We know things have changed, maybe even "progressed" since 1883. What does this excerpted anarchist broadside/manifesto from 128 years ago uncover about the nature of social progress?

I ask this rhetorically.

3 comments:

  1. It seems like the present order of things is essentially held in place by language and the people hypnotized by it.

    Politicians and advertisers have understood this for a long time. The last thing they want is a literate public that is also agnostic about language. Could you imagine political speeches written in E-Prime? The sanity and intelligence of rhetoric would be at once shocking and alien to audiences.

    It seems like it is probably one of the most pressing matters facing our time; Can younger generations be critical enough to detect the lies inherent in the corporate controlled mediums of communication?

    I like to think the internet is promoting the democratization of ideas while at the same time spurring critical thinking about information sources.

    So maybe there is some hope for progress.

    ReplyDelete
  2. I think there's hope too.

    I do wonder how the amorphous groups of people - like you, who "get it" - vs the hypnotized by words - a large portion of which seem well-meaning - are weighted. Does it take 10% of us to enact radical change, or more like 70%?

    Your idea about a mass knowledge of E-Prime seems a wonderful thing to contemplate.

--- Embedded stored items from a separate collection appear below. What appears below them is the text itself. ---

CREATE TABLE `elements` (
	`atomic_number` integer PRIMARY KEY NOT NULL,
	`symbol` text NOT NULL,
	`name` text NOT NULL,
	`standard_atomic_weight` real NOT NULL,
	`weight_is_mass_number` integer NOT NULL
);
--> statement-breakpoint
CREATE UNIQUE INDEX `elements_symbol_unique` ON `elements` (`symbol`);--> statement-breakpoint
CREATE TABLE `factors` (
	`version_id` integer NOT NULL,
	`tabulation` text NOT NULL,
	`atomic_number` integer NOT NULL,
	`energy_ev` real NOT NULL,
	`side` text NOT NULL,
	`f1` real,
	`f2` real,
	`coherent_barn` real,
	`incoherent_barn` real,
	`energy_absorption_barn` real,
	PRIMARY KEY(`version_id`, `tabulation`, `atomic_number`, `energy_ev`, `side`),
	FOREIGN KEY (`version_id`) REFERENCES `table_versions`(`id`) ON UPDATE no action ON DELETE no action,
	CONSTRAINT "factors_side" CHECK("factors"."side" IN ('', 'below', 'above'))
) WITHOUT ROWID;
--> statement-breakpoint
CREATE TABLE `lines` (
	`version_id` integer NOT NULL,
	`atomic_number` integer NOT NULL,
	`shell` text NOT NULL,
	`line` text NOT NULL,
	`energy_ev` real NOT NULL,
	`rate` real NOT NULL,
	PRIMARY KEY(`version_id`, `atomic_number`, `shell`, `line`),
	FOREIGN KEY (`version_id`) REFERENCES `table_versions`(`id`) ON UPDATE no action ON DELETE no action
);
--> statement-breakpoint
CREATE TABLE `shells` (
	`version_id` integer NOT NULL,
	`atomic_number` integer NOT NULL,
	`shell` text NOT NULL,
	`edge_energy_ev` real NOT NULL,
	`fluorescence_yield` real,
	PRIMARY KEY(`version_id`, `atomic_number`, `shell`),
	FOREIGN KEY (`version_id`) REFERENCES `table_versions`(`id`) ON UPDATE no action ON DELETE no action
);
--> statement-breakpoint
CREATE TABLE `table_versions` (
	`id` integer PRIMARY KEY NOT NULL,
	`version` text NOT NULL,
	`manifest_sha256` text NOT NULL,
	`manifest` text NOT NULL,
	`content_sha256` text NOT NULL,
	`seeded_at` text NOT NULL
);
--> statement-breakpoint
CREATE UNIQUE INDEX `table_versions_version_unique` ON `table_versions` (`version`);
def _ends(items: Iterable[Item], issues: list[Issue]) -> tuple[dict[str, str], dict[str, str]]:
    """Producer and consumer of each stream; each has one of them at most."""
    producer: dict[str, str] = {}
    consumer: dict[str, str] = {}
    for item in items:
        for direction, ends, word in (("out", producer, "leaves"), ("in", consumer, "enters")):
            for stream in item.ids(cast("Any", direction)):
                if stream in ends:
                    issues.append(
                        Issue(
                            f"[[equipment]] {item.id!r}",
                            "ports",
                            f"stream '{stream}' {word} '{ends[stream]}' already; a stream has one "
                            "producer and one consumer, so give this branch a stream of its own",
                        )
                    )
                ends[stream] = item.id
    return producer, consumer


def _needs(streams: Iterable[Stream]) -> Needs:
    streams = list(streams)
    return Needs(
        flow=frozenset(s.id for s in streams if s.flow == "balance"),
        enthalpy=frozenset(s.id for s in streams if s.enthalpy == "balance"),
        rate=frozenset(s.id for s in streams if "balance" in (s.power, s.heat)),
    )


def _unsolved(
    kind: str, stream: str, items: Iterable[Item], unsolved: Collection[Unknown]
) -> Issue:
    touching = [i for i in items if stream in (*i.ids("in"), *i.ids("out"))]
    balance = {"flow": "mass", "enthalpy": "energy", "rate": "energy"}[kind]
    key = {"flow": "flow", "enthalpy": "enthalpy", "rate": "power or heat"}[kind]
    found = (
        f"'balance' cannot be found: the {balance} balance of "
        f"{' and '.join(i.id for i in touching) or 'nothing'} has more unknowns than equations"
    )
    if balance == "energy" and any(i.options.heat_loss == "balance" for i in touching):
        found += ", or its energy residual is already its heat loss (heat_loss = 'none' frees it)"
    at = "; ".join(
        f"at {item.id} measure {_one_of(competing(item, unsolved))}" for item in touching
    )
    remedy = f"; {at}" if at else "; give the stream a place at some equipment, or a measurement"
    return Issue(f"[[stream]] {stream!r}", key, found + remedy)
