def _stored(store: SiteStore, site: Site, subject: str, figure: str, start: int) -> float | None:
    end = start + int(site.file.site.interval)
    try:
        if subject in site.streams:
            row = store.streams(subject, start, end)[figure]
        elif subject == SITE_SUBJECT:
            row = store.ledger(start, end)[figure]
        elif figure in EQUIPMENT_COLUMNS:
            row = store.equipment(subject, start, end)[figure]
        else:
            row = store.conditions(subject, figure, start, end)["value"]
    except StoreError:
        # Not registered yet: the site file has grown since the store was filled.
        return None
    return float(row.iloc[0]) if len(row) else None


def _unit(site: Site, subject: str, figure: str) -> str:
    ends = {
        "_kw": "kW",
        "_kg_s": "kg/s",
        "_degc": "degC",
        "_kj_kg": "kJ/kg",
        "_kj_kgk": "kJ/(kg K)",
    }
    if subject in site.items and figure not in EQUIPMENT_COLUMNS:
        item = site.items[subject]
        return next(f.unit for f in item.kind.figures(item) if f.name == figure)
    if figure.endswith("_bar"):
        return "bar(a)"
    return next((unit for end, unit in ends.items() if figure.endswith(end)), "")


def _same(one: float, other: float) -> bool:
    if math.isnan(one) or math.isnan(other):
        return math.isnan(one) and math.isnan(other)
    return math.isclose(one, other, rel_tol=AGREES, abs_tol=1e-6)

    I was sitting in a jury duty pool, large room, couple hundred people, in downtown Long Beach, CA. Most of us were waiting to see if our group would be called into a courtroom. I was reading Science and Sanity. An older woman said, "You're reading Korzybski!" I was startled: someone knew who he was? Turns out she had been a public school teacher for a long time. She told me she and her colleagues taught basic General Semantics to IIRC, 6th graders. With fantastic results. After a couple years, the principal of the school said the school board doesn't want that. Go back to identifying verbs, nouns, prepositional phrases, etc.

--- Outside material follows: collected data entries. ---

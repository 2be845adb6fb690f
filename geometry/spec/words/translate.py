"""The model's error messages in the words of the spec, and what is left of the spec without the mistakes.

The checks that need values must run even when a word elsewhere is wrong, or mistakes come one at a time.
So what cannot be read is replaced: an unreadable quantity by `UNREADABLE`, which later reads as NaN
without a message, anything else by leaving out its table.
"""

from __future__ import annotations

import copy
from collections.abc import Mapping
from typing import Annotated, Any, get_args, get_origin

from annotated_types import MaxLen, MinLen
from pydantic import ValidationError
from pydantic.fields import FieldInfo
from pydantic_core import ErrorDetails

from geometry.problem import Problem
from geometry.spec.model import LimitsSpec, PartSpec
from geometry.spec.resolve.values import UNREADABLE, listed, shown
from geometry.spec.text.tokens import nearest
from geometry.spec.words.structure import (
    Path,
    alternatives,
    at_path,
    below,
    described,
    mark_in,
    model_of,
    words_of,
    written,
)

MOST_ROUNDS = 50
MISSPELT = "?"
"""Behind a table's path: it lost only a word that it does not know, which may have been meant for another."""


def read_leniently(data: Mapping[str, Any]) -> tuple[PartSpec | None, list[Problem], set[str]]:
    """The spec as far as it can be read, the mistakes of structure, and the tables that lost something."""
    problems: dict[str, Problem] = {}
    removed: set[str] = set()
    respelt: set[Path] = set()
    rest: Any = copy.deepcopy(dict(data))
    for _ in range(MOST_ROUNDS):
        try:
            return PartSpec.model_validate(rest), list(problems.values()), removed
        except ValidationError as error:
            found = _by_path(error.errors(include_url=False), rest)
        first = not problems
        # Later rounds find what the repairs leave behind, and new mistakes only in tables that were misspelt.
        new = {path for path in found if first or any(path[: len(table)] == table for table in respelt)}
        meant = _meant({path: found[path] for path in new}, rest)
        for path, details in found.items():
            if path in new and path not in meant.values():  # a word that is there, misspelt, is not missing as well
                problems.setdefault(written(path), _problem(path, details, rest))
        respelt.update(meant.values())
        respelt.update(p for p in new if "union_tag_invalid" in {e["type"] for e in found[p]})
        # Deepest first: a table may have to go as a whole after something in it was replaced.
        for path in sorted(found, key=len, reverse=True):
            if path in meant:
                _respell(rest, path, str(meant[path][-1]))
            elif path not in meant.values() or below(_parent(rest, path), path[-1]) is None:
                _repair(rest, path, found[path], removed)
    return None, list(problems.values()), removed


def _meant(found: Mapping[Path, list[ErrorDetails]], data: Any) -> dict[Path, Path]:
    """Misspelt words and what they stand for, so that what follows in their tables is read as it was meant."""
    meant: dict[Path, Path] = {}
    for path, errors in found.items():
        parent = _parent(data, path)
        if "extra_forbidden" not in {error["type"] for error in errors} or not isinstance(parent, dict):
            continue
        model = model_of(at_path(PartSpec, data, path[:-1]), parent)
        near = nearest(str(path[-1]), words_of(model)) if model else ""
        target = (*path[:-1], near)
        if near and near not in parent and target not in meant.values():
            meant[path] = target
    return meant


def _parent(data: Any, path: Path) -> Any:
    for step in path[:-1]:
        data = below(data, step)
    return data


def _respell(data: Any, path: Path, word: str) -> None:
    parent = _parent(data, path)
    if isinstance(parent, dict) and path[-1] in parent:
        parent[word] = parent.pop(path[-1])


def _by_path(errors: list[ErrorDetails], data: Any) -> dict[Path, list[ErrorDetails]]:
    """Errors by the place in the data, without the model's marks for members of unions."""
    found: dict[Path, list[ErrorDetails]] = {}
    for error in errors:
        path: list[str | int] = []
        value = data
        for k, step in enumerate(error["loc"]):
            last = k == len(error["loc"]) - 1
            child = below(value, step)
            there = child is not None or (isinstance(value, Mapping) and step in value)
            if there:
                path.append(step)
                value = child
            elif last and error["type"] == "missing":
                path.append(step)
        found.setdefault(tuple(path), []).append(error)
    # A list of freedoms with a wrong word is also "no table" to the model: only what lies deeper is the mistake.
    above = {path[:k] for path in found for k in range(len(path))}
    return {path: errors for path, errors in found.items() if path not in above}


def _problem(path: Path, errors: list[ErrorDetails], data: Any) -> Problem:
    """One problem for everything that the model says about one place."""
    kinds = {error["type"] for error in errors}
    given: Any = data
    for step in path:
        given = below(given, step)
    annotation = at_path(PartSpec, data, path)
    where = written(path)
    if "missing" in kinds:
        return Problem(where, "nothing", _meaning(path, data) or described(annotation), f"Give {path[-1]}")
    if "extra_forbidden" in kinds:
        return _unknown_word(path, data)
    if kinds & {"union_tag_invalid", "union_tag_not_found"}:
        return _unknown_shape(where, given)
    allowed = described(annotation) or "something else"
    if kinds & {"too_short", "too_long"}:
        low, high = _counts(annotation)
        count = f"{low}" if low == high else f"{low} to {high}" if high else f"at least {low}"
        return Problem(where, f"{len(given)} values", f"{count} values: {allowed}")
    fix = ""
    mark = mark_in(annotation)
    unknown_limit = path[0] == "limits" and len(path) == 2 and path[-1] not in words_of(LimitsSpec)
    if unknown_limit and not isinstance(given, Mapping):
        near = nearest(str(path[-1]), words_of(LimitsSpec))
        fix = f'Did you mean "{near}"?' if near else f"The simple limits are {', '.join(words_of(LimitsSpec))}"
    elif isinstance(given, (int, float)) and not isinstance(given, bool) and mark and mark.kind.unit:
        fix = f'Add the unit: "{given} {mark.kind.units[0]}"'
    elif isinstance(given, str):
        choices = [c for e in errors if e["type"] == "literal_error" for c in _choices(e)]
        near = nearest(given, choices)
        fix = f'Did you mean "{near}"?' if near else ""
    return Problem(where, _briefly(given), allowed, fix)


def _counts(annotation: Any) -> tuple[int, int | None]:
    """Least and greatest number of values of a list."""
    lengths = [m for m in getattr(annotation, "__metadata__", ()) if isinstance(m, (MinLen, MaxLen, FieldInfo))]
    flat = [m for one in lengths for m in (one.metadata if isinstance(one, FieldInfo) else (one,))]
    low = max((m.min_length for m in flat if isinstance(m, MinLen)), default=0)
    high = min((m.max_length for m in flat if isinstance(m, MaxLen)), default=0)
    if not flat and get_origin(annotation) is not Annotated:
        found = [_counts(a) for a in get_args(annotation)]
        return next((c for c in found if c != (0, None)), (0, None))
    return low, high or None


def _meaning(path: Path, data: Any) -> str:
    """One-line meaning of a field, with what it holds."""
    parent = data
    for step in path[:-1]:
        parent = below(parent, step)
    annotation = at_path(PartSpec, data, path[:-1])
    model = model_of(annotation, parent)
    info = next((i for n, i in model.model_fields.items() if path[-1] in (n, i.alias)), None) if model else None
    if info is None or not info.description:
        return ""
    mark = mark_in(at_path(PartSpec, data, path))
    return f'{info.description}, such as "{mark.kind.example}"' if mark else info.description


def _choices(error: ErrorDetails) -> list[str]:
    expected = str(error.get("ctx", {}).get("expected", ""))
    return [word.strip().strip("'") for word in expected.replace(" or ", ", ").split(",")]


def _briefly(given: Any) -> str:
    if isinstance(given, Mapping):
        return shown("a table of " + ", ".join(map(str, given))).strip('"')
    return shown(given)


def _unknown_word(path: Path, data: Any) -> Problem:
    parent = data
    for step in path[:-1]:
        parent = below(parent, step)
    model = model_of(at_path(PartSpec, data, path[:-1]), parent)
    words = words_of(model) if model else ()
    near = nearest(str(path[-1]), words)
    fix = f'Did you mean "{near}"?' if near else ""
    return Problem(written(path), str(path[-1]), f"one of {listed(words)}", fix)


def _unknown_shape(where: str, given: Any) -> Problem:
    from geometry.spec.resolve.member import DIMS

    if not isinstance(given, Mapping):
        return Problem(where, shown(given), "a table with shape and its dimensions")
    shape = given.get("shape")
    if shape is None:
        return Problem(f"{where}.shape", "nothing", f"one of {listed(DIMS)}", "Give shape")
    near = nearest(shape, list(DIMS)) if isinstance(shape, str) else ""
    return Problem(f"{where}.shape", shown(shape), f"one of {listed(DIMS)}", f'Did you mean "{near}"?' if near else "")


def _near_shape(parent: Any, last: str | int) -> str:
    from geometry.spec.resolve.member import DIMS

    given = below(parent, last)
    shape = given.get("shape") if isinstance(given, dict) else None
    return nearest(shape, list(DIMS)) if isinstance(shape, str) else ""


def _repair(data: Any, path: Path, errors: list[ErrorDetails], removed: set[str]) -> None:
    """Take the mistake at `path` out of `data`, in place."""
    if not path:
        return
    kinds = {error["type"] for error in errors}
    parent = data
    for step in path[:-1]:
        parent = below(parent, step)
    last = path[-1]
    if parent is None:
        return  # it has gone with a table above it
    annotation = at_path(PartSpec, data, path)
    if path[0] == "supports" and len(path) > 2 and path[2] == "hold" and isinstance(data["supports"][path[1]], dict):
        data["supports"][path[1]]["hold"] = "all"  # its region is looked at all the same
        return
    if "union_tag_invalid" in kinds and _near_shape(parent, last):
        parent[last]["shape"] = _near_shape(parent, last)  # its dimensions tell whether that was meant
        return
    if "extra_forbidden" not in kinds and annotation is not None and mark_in(annotation) is not None:
        parent[last] = UNREADABLE
    elif "extra_forbidden" not in kinds and (low := _counts(annotation)[0]) and _holds_quantities(annotation):
        parent[last] = [UNREADABLE] * low
    elif "missing" in kinds and len(path) == 1:
        parent[last] = {}  # members, supports, material
        removed.add(str(last))
    elif "missing" in kinds or isinstance(last, int):
        _leave_out(data, path[:-1], removed)
    elif isinstance(parent, dict):
        parent.pop(last, None)
        removed.add(written(path[:-1]) + MISSPELT if "extra_forbidden" in kinds else written(path))


def _holds_quantities(annotation: Any) -> bool:
    return any(get_origin(o) is list and mark_in(get_args(o)[0]) for o in alternatives(annotation))


def _leave_out(data: Any, path: Path, removed: set[str]) -> None:
    """Leave out a table; of a list the whole, so that the numbers of its other tables stay right."""
    while path and isinstance(path[-1], int):
        path = path[:-1]
    if not path:
        return
    parent = data
    for step in path[:-1]:
        parent = below(parent, step)
    if isinstance(parent, dict) and path[-1] in parent:
        del parent[path[-1]]
    removed.add(written(path))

    She thought some powers felt threatened by kids who were truly critical about language. She and her colleagues were told GS was a "fringe" idea.

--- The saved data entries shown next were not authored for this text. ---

"""What may stand at a place of the spec, found by walking the model along a path.

Used to put the model's own error messages into the words of the spec, and to write the reference.
"""

from __future__ import annotations

import types
from collections.abc import Iterator, Mapping, Sequence
from typing import Annotated, Any, Literal, Union, get_args, get_origin, get_type_hints

from pydantic import BaseModel

from geometry.spec.text.tokens import with_article
from geometry.spec.words.fields import OfKind

Path = tuple[str | int, ...]
"""Keys and list indices (from 0) from the top of the spec."""


def written(path: Path) -> str:
    """A path as it is shown: ``members.arm.holes[1].at``, the first one being [1]."""
    text = ""
    for step in path:
        text += f"[{step + 1}]" if isinstance(step, int) else f".{step}" if text else step
    return text or "the spec"


def model_of(annotation: Any, value: Any = None) -> type[BaseModel] | None:
    """The table (model) that an annotation allows; of several sections the one of the given shape."""
    models = [a for a in alternatives(annotation) if isinstance(a, type) and issubclass(a, BaseModel)]
    if len(models) < 2:
        return models[0] if models else None
    shape = value.get("shape") if isinstance(value, Mapping) else None
    return next((m for m in models if shape in get_args(m.model_fields["shape"].annotation)), None)


def alternatives(annotation: Any) -> Iterator[Any]:
    """Every type that an annotation allows, without marks."""
    origin = get_origin(annotation)
    if origin is Annotated:
        yield from alternatives(get_args(annotation)[0])
    elif origin in (Union, types.UnionType):
        for argument in get_args(annotation):
            yield from alternatives(argument)
    else:
        yield annotation


def mark_in(annotation: Any) -> OfKind | None:
    """The quantity that an annotation itself holds (not one within a list)."""
    origin = get_origin(annotation)
    if origin is Annotated:
        found = next((m for m in get_args(annotation)[1:] if isinstance(m, OfKind)), None)
        return found or mark_in(get_args(annotation)[0])
    if origin in (Union, types.UnionType):
        return next(filter(None, map(mark_in, get_args(annotation))), None)
    return None


def field_annotation(model: type[BaseModel], name: str) -> Any:
    """Annotation of a field with its marks put back, found by its TOML word or its Python name."""
    for key, info in model.model_fields.items():
        if name in (info.alias, key):
            return Annotated[(info.annotation, *info.metadata)] if info.metadata else info.annotation
    return None


def words_of(model: type[BaseModel]) -> tuple[str, ...]:
    """The TOML words of a table."""
    return tuple(info.alias or name for name, info in model.model_fields.items())


def step_into(annotation: Any, value: Any, step: str | int) -> Any:
    """What may stand one step further down, or None when nothing is known about it."""
    model = model_of(annotation, value)
    if model is not None and isinstance(step, str) and isinstance(value, Mapping):
        found = field_annotation(model, step)
        if found is not None:
            return found
        return extra_annotation(model)
    wanted: type = list if isinstance(step, int) else dict
    for option in alternatives(annotation):
        if get_origin(option) is wanted:
            return get_args(option)[-1]
    return None


def extra_annotation(model: type[BaseModel]) -> Any:
    """What the free words of a table hold, or None."""
    if model.model_config.get("extra") != "allow":
        return None
    return get_args(get_type_hints(model, include_extras=True)["__pydantic_extra__"])[-1]


def at_path(root: Any, data: Any, path: Path) -> Any:
    """Annotation of what may stand at `path` of `data`."""
    annotation, value = root, data
    for step in path:
        annotation = step_into(annotation, value, step)
        value = below(value, step)
    return annotation


def below(value: Any, step: str | int) -> Any:
    """The value one step further down, or None."""
    if isinstance(value, Mapping) and isinstance(step, str):
        return value.get(step)
    if isinstance(value, Sequence) and not isinstance(value, str) and isinstance(step, int) and step < len(value):
        return value[step]
    return None


def described(annotation: Any) -> str:
    """What may stand there, in words."""
    mark = mark_in(annotation)
    if mark is not None:
        limits = f" {mark.range}" if mark.range else ""
        if mark.kind.unit:
            return f'{with_article(mark.word)}{limits} with its unit, as text: "{mark.kind.example}"'
        return f"a {'whole ' if int in alternatives(annotation) else ''}number{limits}"
    return " or ".join(dict.fromkeys(filter(None, map(_described_type, alternatives(annotation)))))


def _described_type(option: Any) -> str:
    origin = get_origin(option)
    if origin is Literal:
        return "one of " + ", ".join(f'"{word}"' for word in get_args(option) if word)
    if origin is list:
        item = get_args(option)[0]
        mark = mark_in(item)
        if mark:
            return f'a list of {mark.word} values, such as ["{mark.kind.example}", ...]'
        return f"a list of {', '.join(get_args(item))}" if get_origin(item) is Literal else "a list"
    if origin is dict:
        key = get_args(option)[0]
        return f"a table of {', '.join(get_args(key))} = value" if get_origin(key) is Literal else "a table"
    if isinstance(option, type) and issubclass(option, BaseModel):
        return "a table of " + ", ".join(words_of(option))
    return {str: "text", float: "a number", int: "a whole number", bool: "true or false"}.get(option, "")
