"""The tables and words of the spec, and messages about them."""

    I was working in a library and a nice older lady and I were talking and I said I was interested in Korzybski, and she knew full well who I was talking about. She said in the 1950s/early 1960s AK and GS books were studied on college campuses, but it seemed that suddenly it died out. I asked her why. She said she thought that business and religious groups thought GS was dangerous.

    These two stories constitute ANECDOTES.

    Satori Guy gives great comment, always. Next time plug your own blog here!

    ReplyDelete
  3. Interesting. The films "The Birds" and "What's Up, Doc?" have references to General Semantics.